▶ [INSTRUCTIONS TO FOLLOW]: Each line below with the string "drawing" should be copied.

Saved entries

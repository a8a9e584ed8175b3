/** A note on a leader: the text where it clashes with nothing, the line from it to what it speaks of. */
import type { Box } from './box';
import { boundsOf, hits } from './box';
import type { Clearance } from './clearance';
import { CLASH } from './clearance';
import type { Mark, TextMark } from './marks';
import { linePath, textBox, textWidth } from './marks';
import type { Point } from './point';
import { along } from './point';

const REACHES = [40, 58, 80, 106, 136, 170];
const TURNS = Array.from({ length: 13 }, (_, step) => (step % 2 === 0 ? step / 2 : -(step + 1) / 2) * (Math.PI / 7));

interface LeaderPlan {
  readonly marks: readonly Mark[];
  readonly box: Box;
}

function plan(tip: Point, knee: Point, right: boolean, upper: string, lower: string, pick: number): LeaderPlan {
  const width = Math.max(textWidth(upper, 'note-strong'), textWidth(lower, 'note')) + 6;
  const end = { x: knee.x + (right ? width : -width), y: knee.y };
  const left = Math.min(knee.x, end.x) + 3;
  const common = { kind: 'text', anchor: 'start', pick, selected: true } as const;
  const texts: TextMark[] = [
    { ...common, role: 'note-strong', text: upper, at: { x: left, y: knee.y - 10 } },
    { ...common, role: 'note', text: lower, at: { x: left, y: knee.y + 11 } },
  ];
  const boxes = texts.map(textBox);
  const corners = boxes.flatMap((box) => [
    { x: box.left, y: box.top },
    { x: box.right, y: box.bottom },
  ]);
  return {
    marks: [
      { kind: 'path', role: 'leader', d: linePath(tip, knee) + linePath(knee, end), pick, selected: true },
      ...texts,
    ],
    box: boundsOf(corners),
  };
}

/**
 * @param tip on the metal @param outward unit vector away from it
 * @returns the marks, or none when there is no room at all
 */
export function leaderNote(
  tip: Point,
  outward: Point,
  upper: string,
  lower: string,
  pick: number,
  clearance: Clearance,
): readonly Mark[] {
  let best: LeaderPlan | null = null;
  let least = CLASH;
  const start = Math.atan2(outward.y, outward.x);
  for (const [level, reach] of REACHES.entries()) {
    for (const [rank, turn] of TURNS.entries()) {
      const away = { x: Math.cos(start + turn), y: Math.sin(start + turn) };
      const knee = along(tip, away, reach);
      for (const right of away.x >= 0 ? [true, false] : [false, true]) {
        const base = level * 9 + rank * 5 + (right === away.x >= 0 ? 0 : 40);
        if (base >= least) continue;
        const candidate = plan(tip, knee, right, upper, lower, pick);
        const line = { from: along(tip, away, 3), to: knee };
        // A knee that turns back would draw the leader through its own note.
        if (hits(candidate.box, line)) continue;
        const cost = base + clearance.cost({ texts: [candidate.box], lines: [], thin: [line] });
        if (cost >= least) continue;
        least = cost;
        best = candidate;
      }
    }
  }
  return best?.marks ?? [];
}
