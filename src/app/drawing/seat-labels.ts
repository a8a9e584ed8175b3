import { spread } from '@shared/geometry/spread';

export interface Seat {
  readonly place: number;
  /** 0 is the row next to the drawing. */
  readonly row: number;
}

/**
 * Labels of one width in up to `rows` rows: the row next to the drawing as long as it has room, else the next one out,
 * whose leaders pass through the gaps of the rows before it. When there is too little room they start at `low` and run over.
 */
export function seatLabels(
  wanted: readonly number[],
  width: number,
  gap: number,
  low: number,
  high: number,
  rows = 2,
): Seat[] {
  const full = width + gap;
  const crowded = wanted.some((place, index) => index > 0 && place - (wanted[index - 1] ?? place) < full);
  const pitch = crowded ? full / rows : full;
  const places = spread(wanted, pitch, low, high) ?? wanted.map((_, index) => low + index * pitch);
  const last = new Array<number>(rows).fill(-Infinity);
  return places.map((place) => {
    const free = last.findIndex((before) => place - before >= full - 1e-6);
    const row = free === -1 ? last.indexOf(Math.min(...last)) : free;
    last[row] = place;
    return { place, row };
  });
}

/** Length that `count` labels need in `rows` rows. */
export const roomFor = (count: number, width: number, gap: number, rows = 2): number => (count * (width + gap)) / rows;
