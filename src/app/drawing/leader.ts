/** A note on a leader: the text where it clashes with nothing, the line from it to what it speaks of. */
import type { Box } from './box';
import { boundsOf, grown, hits, overlaps } from './box';
import { CLASH, type Footprint } from './clearance';
import type { Mark, TextMark } from './marks';
import { linePath, textBox, textWidth } from './marks';
import type { Point } from './point';
import { along } from './point';

const REACHES = [40, 58, 80, 106, 136, 170];
const TURNS = Array.from({ length: 13 }, (_, step) => (step % 2 === 0 ? step / 2 : -(step + 1) / 2) * (Math.PI / 7));

export interface LeaderPlan {
  readonly marks: readonly Mark[];
  readonly footprint: Footprint;
}

export interface LeaderNote {
  readonly upper: string;
  readonly lower: string;
}

function plan(tip: Point, knee: Point, right: boolean, { upper, lower }: LeaderNote, pick: number) {
  const width = Math.max(textWidth(upper, 'note-strong'), textWidth(lower, 'note')) + 6;
  const end = { x: knee.x + (right ? width : -width), y: knee.y };
  const left = Math.min(knee.x, end.x) + 3;
  const common = { kind: 'text', anchor: 'start', pick } as const;
  const texts: TextMark[] = [
    { ...common, role: 'note-strong', text: upper, at: { x: left, y: knee.y - 10 } },
    { ...common, role: 'note', text: lower, at: { x: left, y: knee.y + 11 } },
  ];
  const corners = texts.map(textBox).flatMap((box) => [
    { x: box.left, y: box.top },
    { x: box.right, y: box.bottom },
  ]);
  const leader: Mark = { kind: 'path', role: 'leader', d: linePath(tip, knee) + linePath(knee, end), pick };
  return { marks: [leader, ...texts], box: boundsOf(corners) };
}

/**
 * @param tip on the metal @param outward unit vector away from it
 * @param cost of what would stand on the paper, as Clearance counts it
 * @returns null when there is no room at all
 */
export function leaderNote(
  tip: Point,
  outward: Point,
  note: LeaderNote,
  pick: number,
  cost: (footprint: Footprint) => number,
): LeaderPlan | null {
  let best: LeaderPlan | null = null;
  let least = CLASH;
  const start = Math.atan2(outward.y, outward.x);
  for (const [level, reach] of REACHES.entries()) {
    for (const [rank, turn] of TURNS.entries()) {
      const away = { x: Math.cos(start + turn), y: Math.sin(start + turn) };
      const knee = along(tip, away, reach);
      for (const right of away.x >= 0 ? [true, false] : [false, true]) {
        const base = level * 9 + rank * 5 + (right === away.x >= 0 ? 0 : 40);
        if (base >= least) continue;
        const { marks, box } = plan(tip, knee, right, note, pick);
        const line = { from: along(tip, away, 3), to: knee };
        // A knee that turns back would draw the leader through its own note.
        if (hits(box, line)) continue;
        const footprint: Footprint = { texts: [box], lines: [], thin: [line] };
        const total = base + cost(footprint);
        if (total >= least) continue;
        least = total;
        best = { marks, footprint };
      }
    }
  }
  return best;
}

/** Whether a text that stands already would be run into. */
export const runsInto = ({ texts, thin }: Footprint, text: Box): boolean =>
  thin.some((line) => hits(grown(text, 2), line)) || texts.some((box) => overlaps(grown(box, 3), text));
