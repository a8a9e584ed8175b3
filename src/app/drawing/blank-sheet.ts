/** The metal of the blank: outline, bend zones, leg flats, grain, and which end is which. */
import type { LegResult, Solved } from '@shared/result';
import type { Mark, TextMark } from './marks';
import { textWidth } from './marks';

export interface SheetPlace {
  readonly x: (station: number) => number;
  readonly top: number;
  readonly foot: number;
  readonly figureOf: (length: number) => string;
  readonly grain: 'along' | 'across' | null;
}

const box = (left: number, top: number, right: number, foot: number): string =>
  `M${left} ${top}H${right}V${foot}H${left}Z`;

export function sheetMarks(solved: Solved, place: SheetPlace): Mark[] {
  const { x, top, foot } = place;
  const end = solved.developedLength ?? 0;
  const zones = solved.bends.flatMap((bend): Mark[] => {
    if (bend.tangentStart === null || bend.tangentEnd === null) return [];
    const d = box(x(bend.tangentStart), top, x(bend.tangentEnd), foot);
    return [{ kind: 'path', role: 'zone', d, pick: bend.chain }];
  });
  const legs = solved.legs.filter(isPlaced);
  // A leg is seen as one when it is selected; the hit over the edge is what a pointer finds.
  const flats = legs.map((leg) => ({ d: box(x(leg.start), top, x(leg.end), foot), pick: leg.chain }));
  const grainLeg = place.grain ? roomiest(legs, place) : null;
  return [
    { kind: 'path', role: 'sheet', d: box(x(0), top, x(end), foot) },
    ...zones,
    ...flats.map((flat): Mark => ({ kind: 'path', role: 'leg', ...flat })),
    { kind: 'path', role: 'edge', d: box(x(0), top, x(end), foot) },
    ...flats.map((flat): Mark => ({ kind: 'path', role: 'hit', ...flat })),
    ...legs.flatMap((leg) => flatMarks(leg, place, leg === grainLeg)),
    ...(grainLeg && place.grain ? grainMarks(grainLeg, place, place.grain) : []),
  ];
}

type PlacedLeg = LegResult & { start: number; end: number };

const isPlaced = (leg: LegResult): leg is PlacedLeg => leg.start !== null && leg.end !== null;

/** A gap from side to side between long break lines: this way the blank goes on for longer than it is drawn. */
export function breakMarks(left: number, right: number, top: number, foot: number): Mark[] {
  const y = foot - Math.min(20, (foot - top) / 4);
  const zigzag = 'l4 -6l6 12l4 -6';
  const back = 'l-4 6l-6 -12l-4 6';
  const edge = `M${left - 8} ${y}H${left + 40}${zigzag}H${right - 54}${zigzag}H${right + 8}`;
  const under = `v5H${right - 40}${back}H${left + 54}${back}H${left - 8}Z`;
  return [{ kind: 'path', role: 'break', d: edge + under }];
}

/** Name and flat of a leg in its middle: both, or the figure alone, or nothing, by the room there is. */
function flatMarks(leg: PlacedLeg, place: SheetPlace, withGrain: boolean): Mark[] {
  const { x, top, foot, figureOf } = place;
  const room = x(leg.end) - x(leg.start) - 12;
  const figure = figureOf(leg.flat);
  const middle = (x(leg.start) + x(leg.end)) / 2;
  const centre = (top + foot) / 2 + (withGrain ? 14 : 0);
  const common = { kind: 'text', anchor: 'middle', pick: leg.chain } as const;
  const text = (words: string, y: number, role: TextMark['role']): TextMark => {
    return { ...common, role, text: words, at: { x: middle, y } };
  };
  const fits = (words: string): boolean => textWidth(words, 'label') <= room;
  if (!fits(figure)) return [];
  const name = leg.name === null ? '' : shortened(leg.name, room);
  if (name === '') return [text(figure, centre, 'figure')];
  if (name === leg.name && fits(`${name}  ${figure}`)) return [text(`${name}  ${figure}`, centre, 'label')];
  return [text(name, centre - 8, 'label'), text(figure, centre + 8, 'figure')];
}

function shortened(name: string, room: number): string {
  if (textWidth(name, 'label') <= room) return name;
  for (let length = name.length - 1; length >= 3; length--) {
    const cut = `${name.slice(0, length).trimEnd()}…`;
    if (textWidth(cut, 'label') <= room) return cut;
  }
  return '';
}

function roomiest(legs: readonly PlacedLeg[], { x }: SheetPlace): PlacedLeg | null {
  const widest = [...legs].sort((a, b) => b.flat - a.flat)[0];
  return widest && x(widest.end) - x(widest.start) >= 104 ? widest : null;
}

/** An arrow with two heads in the direction of the grain: square to the bend lines or along them. */
function grainMarks(leg: PlacedLeg, { x, top, foot }: SheetPlace, grain: 'along' | 'across'): Mark[] {
  const middle = (x(leg.start) + x(leg.end)) / 2;
  const y = (top + foot) / 2 - 14;
  const label = (at: number): Mark => {
    return { kind: 'text', role: 'label', text: 'grain', at: { x: at, y }, anchor: 'start' };
  };
  if (grain === 'across') {
    const left = middle - 30;
    return [
      {
        kind: 'path',
        role: 'grain',
        d: `M${left - 10} ${y}h36M${left - 5} ${y - 3}l-6 3l6 3M${left + 21} ${y - 3}l6 3l-6 3`,
      },
      label(left + 34),
    ];
  }
  const left = middle - 20;
  return [
    {
      kind: 'path',
      role: 'grain',
      d: `M${left} ${y - 12}v24M${left - 3} ${y - 7}l3 -6l3 6M${left - 3} ${y + 7}l3 6l3 -6`,
    },
    label(left + 10),
  ];
}
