import { roomFor, seatLabels } from './seat-labels';

describe('seating labels in rows', () => {
  it('uses one row while there is room', () => {
    expect(seatLabels([0, 50, 100], 40, 10, 0, 100)).toEqual([0, 50, 100].map((place) => ({ place, row: 0 })));
  });

  it('keeps labels of a row and the leaders through it apart, however dense', () => {
    for (let count = 2; count <= 60; count++) {
      const wanted = Array.from({ length: count }, (_, index) => 50 + index * 7);
      const seats = seatLabels(wanted, 40, 10, 0, 2000);
      const tooNear = seats.flatMap((seat, index) =>
        seats.slice(index + 1).filter((other) => {
          // In another row it is only the leader that has to pass beside the figure.
          const least = other.row === seat.row ? 49.99 : 24.99;
          return Math.abs(other.place - seat.place) < least;
        }),
      );
      expect(tooNear).withContext(`${count} labels`).toEqual([]);
    }
  });

  it('runs over at the end, not at the start, when the room is too small', () => {
    expect(seatLabels([0, 10, 20], 40, 0, 0, 50, 1).map(({ place }) => place)).toEqual([0, 40, 80]);
    expect(seatLabels([], 40, 10, 0, 50)).toEqual([]);
  });

  it('says how much room they need', () => {
    expect(roomFor(10, 40, 10)).toBe(250);
    expect(roomFor(10, 40, 10, 1)).toBe(500);
  });
});
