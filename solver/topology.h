// SPDX-License-Identifier: Apache-2.0
/// @file
/// Who feeds whom in one supply state: the network as a forest hung on its sources. Boost.Graph is
/// used inside topology.cpp alone.
#pragma once

#include <vector>

#include "models/network.h"

namespace sunder::solver {

/// The tree of one state. Indices are those of the network's tables; -1 means none.
struct StateTree {
  int state = 0;
  std::vector<int> source_of;                    ///< of each board; -1: dead in this state
  std::vector<int> feeder;                       ///< submain that feeds each board; -1: a source or nothing does
  std::vector<int> order;                        ///< live boards, each after the one that feeds it
  std::vector<models::ConductorSet> conductors;  ///< that reach each board
  std::vector<int> electrode;                    ///< that the board's protective conductor is earthed by (TT); -1: none

  // Where the state is no forest of cables hung on declared sources, the grid solves it (state_grid.h).
  bool grid = false;
  /// Transformers inside the network, each as the source that the boards behind it see: its voltage,
  /// earthing and name.
  std::vector<models::Source> stand_ins;
  std::vector<int> stand_in;  ///< of each board, into stand_ins; -1: a source of the network
  /// Next board on every way to the sources; -1: a source feeds this one, or several ways do.
  std::vector<int> above;
  std::vector<int> transformer;  ///< through which alone a board is fed; -1: none
  std::vector<int> link;         ///< through which alone a board is fed; -1: none
  std::vector<bool> sole;        ///< whether one source alone feeds the board, directly
  std::vector<bool> looped;      ///< of each submain: part of a loop or of a path between sources

  [[nodiscard]] bool live(int board) const { return source_of[static_cast<std::size_t>(board)] >= 0; }
};

/// Precondition: check_topology(network) is empty.
/// @param as_grid  also where a walk would do: with ways and loops found
[[nodiscard]] StateTree state_tree(const models::Network& network, int state, bool as_grid = false);

/// Boards that are live in a state, in the order in which they are reached from its sources: a submain or
/// transformer feeds from its `from` end (from either, where nothing else feeds that board), a link from both.
[[nodiscard]] std::vector<int> live_boards(const models::Network& network, int state);

/// What feeds a board as its checks see it: a source of the network or a transformer in it.
/// Precondition: the board is live.
[[nodiscard]] const models::Source& system_of(const models::Network& network, const StateTree& tree, int board);

/// Whether a board's nominal voltage is above 1 kV.
[[nodiscard]] bool high_voltage(const models::Network& network, const StateTree& tree, int board);

/// Submains on the one way from a board up to its source or transformer, nearest first; where several ways
/// lead on, those below.
[[nodiscard]] std::vector<int> feeders_above(const models::Network& network, const StateTree& tree, int board);

/// Submains leaving each board, in table order.
[[nodiscard]] std::vector<std::vector<int>> submains_from(const models::Network& network);

/// Circuits of each board, in table order.
[[nodiscard]] std::vector<std::vector<int>> circuits_on(const models::Network& network);

}  // namespace sunder::solver
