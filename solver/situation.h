// SPDX-License-Identifier: Apache-2.0
/// @file
/// Everything a check may ask about one subject in one supply state, solved before it is asked.
#pragma once

#include <array>
#include <memory>
#include <string>
#include <vector>

#include "models/network.h"
#include "solver/clearing.h"
#include "solver/faults.h"
#include "solver/loading.h"
#include "solver/results.h"
#include "solver/state_grid.h"

namespace sunder::solver {

enum class SubjectKind { circuit, submain, tails, board };

/// One thing that checks judge.
struct Subject {
  SubjectKind kind = SubjectKind::circuit;
  int index = 0;  ///< into circuits, submains, sources (tails) or boards
};

/// Currents of the four faults at one place, by Fault.
using Currents = std::array<FaultCurrent, 4>;

[[nodiscard]] inline const FaultCurrent& of(const Currents& currents, Fault fault) {
  return currents[static_cast<std::size_t>(fault)];
}

/// A fault inside one of n parallel cables, x of the way along it, 0..m/2 with m = n/(n-1).
struct InnerFault {
  double fraction = 0;
  double share = 1;  ///< of the current that the near part of that cable carries: 1 - x/m
  Currents least;    ///< minimum condition
};

/// The solved surroundings of a subject. Pointers are null where the subject has no such part.
struct Situation {
  const models::Network* network = nullptr;
  const StateTree* tree = nullptr;
  const Loading* loading = nullptr;
  SubjectKind kind = SubjectKind::circuit;
  std::string address;
  std::string state;
  models::Origin at{};
  const models::Source* source = nullptr;
  const models::Circuit* circuit = nullptr;
  const models::Submain* submain = nullptr;
  const models::Board* board = nullptr;  ///< at the line side; kind board: itself
  int board_index = -1;
  // a run (circuit, submain, tails)
  const models::Device* device = nullptr;  ///< its own; may be of kind none
  const models::Cable* cable = nullptr;
  double length = 0;
  int in_parallel = 1;
  bool ring = false;
  bool looped = false;              ///< in a loop or between sources: its device carries a part of the current
  models::ConductorSet conductors;  ///< that reach its far end
  models::Use use = models::Use::unknown;
  std::vector<Protector> path;        ///< source first
  Currents origin_max;                ///< at the line side of its device, maximum
  Currents far_min;                   ///< at its far end (ring: worst place), minimum
  std::vector<models::Stage> stages;  ///< of inverters that alone feed the place, at its voltage; else empty
  std::vector<InnerFault> inner;      ///< of parallel cables, from the device on; far_min is then the worst place
  FaultCurrent first_fault;           ///< boards in IT: greatest line-earth current of the network as it is
  Drop drop;                          ///< at its far end, from the supply terminals
  double motors = 0;                  ///< rated current of all motors in this part of the network [A]
  std::string motors_unknown;         ///< a motor there whose current is not given, "" if none
};

/// What is solved once per state and shared by every subject in it.
struct StateSolution {
  StateTree tree;
  Walk maximum, minimum;                                  ///< where the state is a forest of cables on declared sources
  std::unique_ptr<StateGrid> grid_maximum, grid_minimum;  ///< otherwise
  /// IT: the same network with the star points joined to the protective conductors, whose loops the rule for the
  /// second fault asks for.
  std::unique_ptr<models::Network> joined;
  std::unique_ptr<StateGrid> joined_maximum, joined_minimum;
  Loading loading;

  /// Precondition: tree.grid.
  [[nodiscard]] const StateGrid& grid(Condition condition) const {
    return condition == Condition::maximum ? *grid_maximum : *grid_minimum;
  }
};

[[nodiscard]] StateSolution solve_state(const models::Network& network, int state);

/// Whether a source has a device or conductors of its own before its board (subject kind `tails`).
[[nodiscard]] bool has_origin(const models::Source& source);

/// Subjects that are live in a state, circuits first.
[[nodiscard]] std::vector<Subject> subjects(const models::Network& network, const StateSolution& solution);

/// Whether a subject is one of them.
[[nodiscard]] bool is_live(const models::Network& network, const StateSolution& solution, Subject subject);

[[nodiscard]] Situation situation(const models::Network& network, const StateSolution& solution, Subject subject);

using FaultList = std::initializer_list<Fault>;

/// Greatest of the usable currents; nullptr if none is possible, an unknown one if any possible is not known.
[[nodiscard]] const FaultCurrent* greatest(const Currents& currents, FaultList faults, Fault* which);
/// Least, in the same way.
[[nodiscard]] const FaultCurrent* least(const Currents& currents, FaultList faults, Fault* which);

/// The disconnection time the rule set allows this run [s], with its clause.
struct TimeLimit {
  double seconds = 0;
  bool distribution = false;
  bool assumed_use = false;
};
[[nodiscard]] TimeLimit time_limit(const Situation& s);

}  // namespace sunder::solver
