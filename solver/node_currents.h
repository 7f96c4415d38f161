// SPDX-License-Identifier: Apache-2.0
/// @file
/// The four fault currents of every node of a grid in one pass.
#pragma once

#include <array>
#include <vector>

#include "solver/grid.h"

namespace sunder::solver {

/// Voltages that drive the loops [V].
struct DrivingVolts {
  double to_neutral = 0;   ///< line-neutral and line-earth: c U0
  double between = 0;      ///< line-line: c U
  double of_one_line = 0;  ///< three-phase: c U / sqrt(3)
};

/// Currents of one node by Fault [A]; NaN where the conductors are not there.
using NodeCurrents = std::array<double, 4>;

/// I = U / |F' Z F| at every node, of the equivalent choices of lines the greatest or the least. What a
/// node's stripped path adds to each loop is two numbers, so that a node costs no matrix.
/// Precondition: grid.solve().
/// @param out  by node; its room is used again
void node_currents(const Grid& grid, const DrivingVolts& volts, bool most, std::vector<NodeCurrents>& out);

}  // namespace sunder::solver
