// SPDX-License-Identifier: Apache-2.0
/// @file
/// Which devices stand between a source and a place, when they operate, and how much heat passes
/// before they do.
#pragma once

#include <string>
#include <vector>

#include "models/network.h"
#include "solver/results.h"
#include "solver/topology.h"

namespace sunder::solver {

/// A device on the way from the source, with the element it belongs to.
struct Protector {
  const models::Device* device = nullptr;
  std::string
      address;  ///< of its element: "grid", "S1", "workshop" (incomer), "workshop.sockets" (group), "workshop/W2"
  models::Origin at{};
  int board = -1;  ///< board at its line side; -1: at the source
};

/// Devices from the source to the busbar of a board, source first, the board's incomer last.
[[nodiscard]] std::vector<Protector> path_to_board(const models::Network& network, const StateTree& tree, int board);

/// The same to the load side of a circuit's own device, group devices included.
[[nodiscard]] std::vector<Protector> path_to_circuit(const models::Network& network, const StateTree& tree,
                                                     int circuit);
[[nodiscard]] std::vector<Protector> path_to_submain(const models::Network& network, const StateTree& tree,
                                                     int submain);

/// The device nearest the fault that breaks overcurrents; nullptr if none on the path does.
[[nodiscard]] const Protector* overcurrent_protector(const std::vector<Protector>& path) noexcept;

/// Residual current that a residual element breaks by itself [A]: the breaking capacity of a combined
/// device; else the least that IEC 61008-1 demands, 10 In and no less than 500 A (from memory). Above
/// it the overcurrent device must act first.
[[nodiscard]] double residual_capacity(const models::Device& device) noexcept;

/// When a line-earth fault is disconnected.
struct Disconnection {
  double time = models::kNever;    ///< latest [s]
  const Protector* by = nullptr;   ///< what guarantees it; nullptr: nothing does
  bool residual = false;           ///< by its residual current element
  double needed = models::kNever;  ///< current at which `by` meets `limit` [A]
};

/// The earliest guarantee among the nearest overcurrent device and every residual current element on
/// the path, all seeing `current` [A]; `limit` [s] is used to tell the current that would be needed.
[[nodiscard]] Disconnection disconnection(const std::vector<Protector>& path, double current, double limit) noexcept;

/// A bound on the heat a device lets through.
struct Heat {
  double total = models::kNever;  ///< I2t [A2s]
  double time = models::kNever;   ///< latest operating time [s]
  bool from_data = false;         ///< what passes, not a mere bound: maker's points or a curve's own time
  const char* basis = "";
  models::Confidence confidence = models::Confidence::declared;
};

/// Greatest I2t that passes at a prospective current [A]:
///
///     t > 0.1 s on the latest edge:  I2 t (1 + m), of a fuse no more than at a gate it has passed
///     within 0.1 s:                  the least of I2 (m + n) 0.1 s, energy class, fuse limits, points
///
/// @param kappa  peak factor of the fault, for m (IEC 60909-0, heat of the d.c. component)
[[nodiscard]] Heat greatest_heat(const models::Device& device, double current, double kappa);

/// Least I2t that must pass at a prospective current [A]: I2 times the earliest time; nothing within half a cycle,
/// where a device may limit the current.
[[nodiscard]] double least_heat(const models::Device& device, double current) noexcept;

/// Heat of the d.c. component relative to that of the a.c. over `time` [s]:
/// m = (e^(4 f T ln(kappa-1)) - 1) / (2 f T ln(kappa-1)). Source: IEC 60909-0.
[[nodiscard]] double dc_heat(double kappa, double time, double frequency) noexcept;

/// Currents between which the heat bound may jump or turn: ends of the pieces of the latest edge and
/// of the let-through data inside (low, high) [A], each a hair to both sides.
[[nodiscard]] std::vector<double> heat_corners(const models::Device& device, double low, double high);

/// Currents of the vertical steps of a curve [A].
[[nodiscard]] std::vector<double> step_currents(const models::Curve& curve);

}  // namespace sunder::solver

▶ [ANSWER SECTION]:
filename src/app/drawing/seat-labels.ts
  /** 0 is the row next to the drawing. */
 * Labels of one width in up to `rows` rows: the row next to the drawing as long as it has room, else the next one out,
filename src/app/drawing/leader.ts
filename src/app/drawing/blank-sheet.ts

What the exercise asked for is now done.